Diseases & care

Heavy periods and menstrual health explained

Heavy menstrual bleeding — periods heavy enough to interfere with everyday life — is very common, affecting a large number of people at some point, yet many put up with it for years. It can cause tiredness, disrupt work and relationships, and sometimes signals an underlying condition worth treating. The good news is that effective help is available on the NHS. This guide explains what counts as "heavy", what causes it, when to seek help, and the range of treatments so you can have an informed conversation with your GP.

2 July 2026 · 8 min read

Education and reference only. This article explains how treatments work in plain language — it contains no doses and is not a substitute for advice from your doctor or pharmacist. Always discuss your own treatment with a qualified clinician.
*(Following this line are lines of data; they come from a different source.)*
import { useRef, useState, useSyncExternalStore } from 'react'
import { staleBookingSchema } from '../../../shared/bookings/booking-changes.ts'
import type { BookingConflict } from '../../../shared/bookings/booking-schemas.ts'
import type { Booking } from '../../../shared/bookings/calendar-schemas.ts'
import { ApiFailure } from '../../lib/api-client.ts'
import { useToast } from '../../ui/toast.tsx'
import { createBookingHistory } from './booking-history.ts'
import type { BookingMoves, MakeOptions } from './booking-moves-context.ts'
import { type BookingStep, isIdle, rebased } from './booking-steps.ts'
import { conflictOf } from './calendar-queries.ts'
import type { OnPurpose } from './clash-answer.tsx'
import { bodyOf, type Direction, settledStep } from './step-bodies.ts'
import { useSendStep } from './use-send-step.ts'

/** A question that came back instead of an answer; what was asked for is kept. */
export type MoveQuestion = { step: BookingStep; options: MakeOptions } & (
  { kind: 'clash'; conflict: BookingConflict } | { kind: 'stale'; current: Booking }
)

function staleOf(error: unknown): Booking | null {
  if (!(error instanceof ApiFailure)) return null
  const parsed = staleBookingSchema.safeParse(error.error.detail)
  return parsed.success ? parsed.data.current : null
}

const wordsOf = (error: unknown): string =>
  error instanceof Error ? error.message : 'That did not go through. Try again.'

function movedOnWords(step: BookingStep, current: Booking, direction: Direction): string {
  const verb = direction === 'back' ? 'taken back' : 'done again'
  return `Somebody else changed ${current.job.number} ${current.job.title} since, and it stays as it is now. Not ${verb}: ${step.words}.`
}

function questionOf(error: unknown, step: BookingStep, options: MakeOptions): MoveQuestion | null {
  const conflict = conflictOf(error)
  const current = staleOf(error)
  if (conflict) return { kind: 'clash', step, options, conflict }
  return current ? { kind: 'stale', step, options, current } : null
}

/** One thing after another; what waits is dropped when one before it fails. */
function useTurns() {
  const last = useRef(Promise.resolve())
  const round = useRef(0)
  return (work: () => Promise<boolean>): void => {
    const asked = round.current
    last.current = last.current.then(async () => {
      if (asked === round.current && !(await work())) round.current++
    })
  }
}

/** Sends steps and keeps them to be taken back and done again. */
function useSteps() {
  const toast = useToast()
  const { send, isPending } = useSendStep()
  const [history] = useState(createBookingHistory)
  const [question, setQuestion] = useState<MoveQuestion | null>(null)
  const inTurn = useTurns()

  async function run(step: BookingStep, direction: Direction, said: OnPurpose | null) {
    const body = bodyOf(step, direction, { versionOf: history.versionOf, said })
    const bookings = await send(step, direction, body)
    for (const { id, version } of bookings) history.sawVersion(id, version)
    return settledStep(step, bookings, direction)
  }

  /** Back or on again: a change like any other, refused when a booking has moved on since. */
  function go(direction: Direction, id?: string): void {
    inTurn(async () => {
      const { done, undone } = history.read()
      const from = direction === 'back' ? done : undone
      const step = id === undefined ? from[from.length - 1] : from.find((one) => one.id === id)
      if (!step) return true
      try {
        const standing = await run(step, direction, null)
        if (direction === 'back') history.wentBack(standing)
        else history.wentOn(standing)
        toast(direction === 'back' ? `Taken back: ${step.words}.` : `Done again: ${step.words}.`)
        return true
      } catch (error) {
        const current = staleOf(error)
        if (current) history.forget(step.id)
        toast(current ? movedOnWords(step, current, direction) : wordsOf(error), { kind: 'stop' })
        return false
      }
    })
  }

  function make(step: BookingStep, options: MakeOptions = {}, said: OnPurpose = {}): void {
    inTurn(async () => {
      if (isIdle(step)) return true
      try {
        history.did(await run(step, 'on', said))
        setQuestion(null)
        toast(`${step.words}.`, { undo: () => go('back', step.id) })
        options.onDone?.()
        return true
      } catch (error) {
        const asked = questionOf(error, step, options)
        setQuestion(asked)
        if (!asked && options.onFailed) options.onFailed(error)
        else if (!asked) toast(wordsOf(error), { kind: 'stop' })
        return false
      }
    })
  }

  return { history, question, setQuestion, go, make, isPending }
}

export type BookingSteps = BookingMoves & {
  question: MoveQuestion | null
  answerClash: (said: OnPurpose) => void
  answerOtherWay: () => void
  answerMine: () => void
  giveUp: () => void
}

/** Every change of bookings on a page, what was done before, and the questions that come back. */
export function useBookingSteps(): BookingSteps {
  const { history, question, setQuestion, go, make, isPending } = useSteps()
  const { done, undone } = useSyncExternalStore(history.subscribe, history.read)
  const other = question?.options.otherWay
  return {
    make: (step, options) => make(step, options),
    record: (step) => history.did(step),
    undo: (id) => go('back', id),
    redo: () => go('on'),
    undoWords: done[done.length - 1]?.words ?? null,
    redoWords: undone[undone.length - 1]?.words ?? null,
    isPending,
    question,
    answerClash: (said) => (question ? make(question.step, question.options, said) : undefined),
    answerOtherWay: () =>
      question && other
        ? make(other.step, { ...question.options, otherWay: undefined })
        : undefined,
    answerMine: () =>
      question?.kind === 'stale'
        ? make(rebased(question.step, question.current), question.options)
        : undefined,
    giveUp: () => setQuestion(null),
  }
}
What counts as heavy bleeding

Rather than measuring blood loss, the NHS defines heavy menstrual bleeding by its impact on your life. Signs that periods are heavy include soaking through pads or tampons every hour or two, needing to use two types of protection together, bleeding through to clothes or bedding, passing large clots, or having to plan daily activities around your period. Periods that regularly last more than seven days also count. Very heavy or prolonged bleeding can drain the body's iron and cause anaemia, with symptoms of tiredness, breathlessness and looking pale. Importantly, what matters is whether the bleeding is a problem for you — there is no need to justify it against anyone else's experience.

Common causes

Often no specific cause is found, and the periods are simply heavy — this is common and still treatable. When there is a cause, fibroids (non-cancerous growths in the womb muscle) and polyps (small growths in the womb lining) are frequent culprits. Adenomyosis, where womb-lining tissue grows into the muscle wall, can cause heavy, painful periods. Hormonal changes, including around the perimenopause, and conditions like polycystic ovary syndrome can affect bleeding. Less commonly, bleeding or clotting disorders, thyroid problems, or certain contraceptive devices play a role. Very occasionally, heavy or irregular bleeding can be a sign of changes in the womb lining that need checking, which is why persistent symptoms should be assessed rather than ignored.

When to see your GP

It is worth seeing your GP if heavy periods are affecting your quality of life, if you feel constantly tired or breathless, or if the pattern of your bleeding changes. Some symptoms need prompt assessment: bleeding between periods, bleeding after sex, any bleeding after the menopause, or periods that suddenly become much heavier or more painful. Your GP will ask about your bleeding, your general and reproductive health, and may examine you and arrange blood tests, including checking for anaemia. Depending on the picture, they may recommend an ultrasound scan of the womb or, sometimes, a sample of the womb lining. This assessment guides which treatments are suitable for you.

Treatment options

Treatment is tailored to the cause, your preferences and whether you want contraception or are trying to conceive. NICE often suggests a hormonal intrauterine system — a small device placed in the womb — as a first option for many people, as it substantially reduces bleeding over time. Other medicines can reduce blood loss during periods, some taken only on bleeding days, and hormonal options like the combined pill can help regulate cycles. If medicines are not suitable or do not work, procedures such as removing polyps, treating fibroids, or an endometrial ablation (which thins the womb lining) may be offered, and hysterectomy is a definitive option in selected cases. Treating anaemia and boosting iron is important alongside.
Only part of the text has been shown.